**** Dataset extract ****

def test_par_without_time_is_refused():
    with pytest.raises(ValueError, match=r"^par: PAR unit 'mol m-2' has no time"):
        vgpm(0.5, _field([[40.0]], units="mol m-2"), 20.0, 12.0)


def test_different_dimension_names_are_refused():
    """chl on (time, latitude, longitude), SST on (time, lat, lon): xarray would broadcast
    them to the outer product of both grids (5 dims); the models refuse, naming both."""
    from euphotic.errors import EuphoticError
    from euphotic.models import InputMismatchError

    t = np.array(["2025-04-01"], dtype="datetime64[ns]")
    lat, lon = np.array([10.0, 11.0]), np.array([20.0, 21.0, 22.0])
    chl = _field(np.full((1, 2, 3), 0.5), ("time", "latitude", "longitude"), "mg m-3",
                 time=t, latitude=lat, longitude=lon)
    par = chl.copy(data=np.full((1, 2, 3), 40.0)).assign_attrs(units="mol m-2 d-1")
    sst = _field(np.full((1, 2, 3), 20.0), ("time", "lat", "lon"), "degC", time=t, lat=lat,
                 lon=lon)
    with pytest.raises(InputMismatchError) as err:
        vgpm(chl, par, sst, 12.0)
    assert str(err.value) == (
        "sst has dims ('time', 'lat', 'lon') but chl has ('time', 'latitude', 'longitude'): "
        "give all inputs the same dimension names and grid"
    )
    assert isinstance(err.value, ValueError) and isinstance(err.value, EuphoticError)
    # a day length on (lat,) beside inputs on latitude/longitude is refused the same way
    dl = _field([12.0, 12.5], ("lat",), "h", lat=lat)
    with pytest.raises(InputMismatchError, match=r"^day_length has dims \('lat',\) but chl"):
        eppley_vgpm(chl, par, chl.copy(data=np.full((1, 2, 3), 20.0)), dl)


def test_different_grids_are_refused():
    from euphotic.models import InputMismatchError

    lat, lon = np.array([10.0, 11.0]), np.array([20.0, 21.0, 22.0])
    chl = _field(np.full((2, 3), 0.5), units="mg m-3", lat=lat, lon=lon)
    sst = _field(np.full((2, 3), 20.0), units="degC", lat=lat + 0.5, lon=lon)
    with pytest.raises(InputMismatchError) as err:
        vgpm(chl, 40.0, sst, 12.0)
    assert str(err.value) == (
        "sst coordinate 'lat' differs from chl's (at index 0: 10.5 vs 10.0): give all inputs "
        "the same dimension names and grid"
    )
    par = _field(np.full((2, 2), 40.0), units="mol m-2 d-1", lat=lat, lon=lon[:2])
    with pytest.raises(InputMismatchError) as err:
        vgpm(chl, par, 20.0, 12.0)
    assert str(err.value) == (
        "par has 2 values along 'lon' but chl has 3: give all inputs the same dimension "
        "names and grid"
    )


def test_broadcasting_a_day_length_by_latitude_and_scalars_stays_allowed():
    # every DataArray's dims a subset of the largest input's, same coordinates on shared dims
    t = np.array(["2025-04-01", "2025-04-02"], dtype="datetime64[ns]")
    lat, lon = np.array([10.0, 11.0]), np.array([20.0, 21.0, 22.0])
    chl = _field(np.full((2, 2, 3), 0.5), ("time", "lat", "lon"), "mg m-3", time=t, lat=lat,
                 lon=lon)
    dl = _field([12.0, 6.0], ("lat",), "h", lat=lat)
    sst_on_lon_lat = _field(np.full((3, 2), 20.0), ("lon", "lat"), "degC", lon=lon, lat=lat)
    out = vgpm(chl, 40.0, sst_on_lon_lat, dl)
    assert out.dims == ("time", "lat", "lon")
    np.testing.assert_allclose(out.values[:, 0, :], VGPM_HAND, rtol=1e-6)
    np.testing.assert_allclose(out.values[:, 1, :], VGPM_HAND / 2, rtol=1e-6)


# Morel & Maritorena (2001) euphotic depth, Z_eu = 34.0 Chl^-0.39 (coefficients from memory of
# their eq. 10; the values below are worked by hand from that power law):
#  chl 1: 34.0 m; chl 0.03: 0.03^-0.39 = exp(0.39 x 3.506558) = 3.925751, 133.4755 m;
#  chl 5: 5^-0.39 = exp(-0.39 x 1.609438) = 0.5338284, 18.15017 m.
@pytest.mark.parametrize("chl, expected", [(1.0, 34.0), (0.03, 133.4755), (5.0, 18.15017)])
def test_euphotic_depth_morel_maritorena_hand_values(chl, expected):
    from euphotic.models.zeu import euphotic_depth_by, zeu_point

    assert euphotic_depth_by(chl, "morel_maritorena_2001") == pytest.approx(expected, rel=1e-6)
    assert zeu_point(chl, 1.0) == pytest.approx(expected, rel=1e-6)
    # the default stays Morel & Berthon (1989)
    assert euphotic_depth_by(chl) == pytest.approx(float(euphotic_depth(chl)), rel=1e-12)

****
**** Dataset extract ****

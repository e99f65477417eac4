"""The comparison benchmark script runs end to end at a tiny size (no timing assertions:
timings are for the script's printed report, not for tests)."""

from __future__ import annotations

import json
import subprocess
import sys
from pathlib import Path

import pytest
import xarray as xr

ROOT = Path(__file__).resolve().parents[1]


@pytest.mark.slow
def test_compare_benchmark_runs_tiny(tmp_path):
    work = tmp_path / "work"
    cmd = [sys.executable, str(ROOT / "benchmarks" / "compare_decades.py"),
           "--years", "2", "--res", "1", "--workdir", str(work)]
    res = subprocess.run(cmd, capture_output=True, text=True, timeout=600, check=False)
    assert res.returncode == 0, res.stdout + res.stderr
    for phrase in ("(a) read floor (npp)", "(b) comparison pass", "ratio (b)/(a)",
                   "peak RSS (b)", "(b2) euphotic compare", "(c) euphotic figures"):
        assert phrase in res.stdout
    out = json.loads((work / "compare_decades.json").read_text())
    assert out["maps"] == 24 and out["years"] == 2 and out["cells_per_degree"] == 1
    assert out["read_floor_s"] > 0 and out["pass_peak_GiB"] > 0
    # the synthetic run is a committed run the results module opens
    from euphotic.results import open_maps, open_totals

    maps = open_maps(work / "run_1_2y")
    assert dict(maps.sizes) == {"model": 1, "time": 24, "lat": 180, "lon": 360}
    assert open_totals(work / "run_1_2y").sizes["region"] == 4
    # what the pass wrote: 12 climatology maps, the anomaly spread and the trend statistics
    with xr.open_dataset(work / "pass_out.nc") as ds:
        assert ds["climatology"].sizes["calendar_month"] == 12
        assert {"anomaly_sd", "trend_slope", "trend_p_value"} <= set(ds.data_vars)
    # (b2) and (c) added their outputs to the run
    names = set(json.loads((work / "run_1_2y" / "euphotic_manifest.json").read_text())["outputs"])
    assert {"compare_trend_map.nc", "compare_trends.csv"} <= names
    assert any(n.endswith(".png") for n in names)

****
**** Dataset extract ****

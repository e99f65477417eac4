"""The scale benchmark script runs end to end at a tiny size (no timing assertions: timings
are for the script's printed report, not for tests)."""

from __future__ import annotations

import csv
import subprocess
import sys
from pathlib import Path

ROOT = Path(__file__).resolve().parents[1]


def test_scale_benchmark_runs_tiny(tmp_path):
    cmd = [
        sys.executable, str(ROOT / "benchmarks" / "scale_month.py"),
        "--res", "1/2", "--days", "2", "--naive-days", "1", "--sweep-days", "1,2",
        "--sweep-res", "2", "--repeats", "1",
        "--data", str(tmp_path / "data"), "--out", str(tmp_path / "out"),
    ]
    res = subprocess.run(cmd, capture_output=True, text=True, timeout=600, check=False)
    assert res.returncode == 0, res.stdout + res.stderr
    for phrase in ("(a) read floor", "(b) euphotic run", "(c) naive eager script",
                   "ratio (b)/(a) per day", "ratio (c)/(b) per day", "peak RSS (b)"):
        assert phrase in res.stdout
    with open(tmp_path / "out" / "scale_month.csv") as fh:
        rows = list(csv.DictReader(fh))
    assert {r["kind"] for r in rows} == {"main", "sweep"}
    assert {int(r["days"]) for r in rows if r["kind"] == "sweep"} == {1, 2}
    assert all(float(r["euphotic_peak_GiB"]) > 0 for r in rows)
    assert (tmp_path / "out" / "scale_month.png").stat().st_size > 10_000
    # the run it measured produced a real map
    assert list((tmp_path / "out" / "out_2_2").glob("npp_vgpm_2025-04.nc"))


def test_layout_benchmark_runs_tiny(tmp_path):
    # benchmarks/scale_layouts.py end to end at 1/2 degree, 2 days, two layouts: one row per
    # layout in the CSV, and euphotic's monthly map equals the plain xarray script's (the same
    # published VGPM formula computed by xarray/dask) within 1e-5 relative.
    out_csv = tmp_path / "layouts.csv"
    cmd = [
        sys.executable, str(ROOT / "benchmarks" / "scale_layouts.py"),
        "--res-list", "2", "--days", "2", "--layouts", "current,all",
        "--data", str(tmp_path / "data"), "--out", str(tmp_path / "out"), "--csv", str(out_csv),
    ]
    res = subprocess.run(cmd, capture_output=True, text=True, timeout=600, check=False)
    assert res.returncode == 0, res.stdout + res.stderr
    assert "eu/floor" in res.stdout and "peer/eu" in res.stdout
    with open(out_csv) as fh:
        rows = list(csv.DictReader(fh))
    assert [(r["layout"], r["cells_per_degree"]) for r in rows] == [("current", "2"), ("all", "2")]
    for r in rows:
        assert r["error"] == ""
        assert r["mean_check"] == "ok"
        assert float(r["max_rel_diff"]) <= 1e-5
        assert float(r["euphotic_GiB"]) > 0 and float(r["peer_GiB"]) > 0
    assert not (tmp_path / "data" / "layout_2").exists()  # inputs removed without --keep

****

In your answer, include only the lines above starting at the line that holds "names = set(json.loads((work" and ending at the line that holds "n in names)", copied exactly.

    names = set(json.loads((work / "run_1_2y" / "euphotic_manifest.json").read_text())["outputs"])
    assert {"compare_trend_map.nc", "compare_trends.csv"} <= names
    assert any(n.endswith(".png") for n in names)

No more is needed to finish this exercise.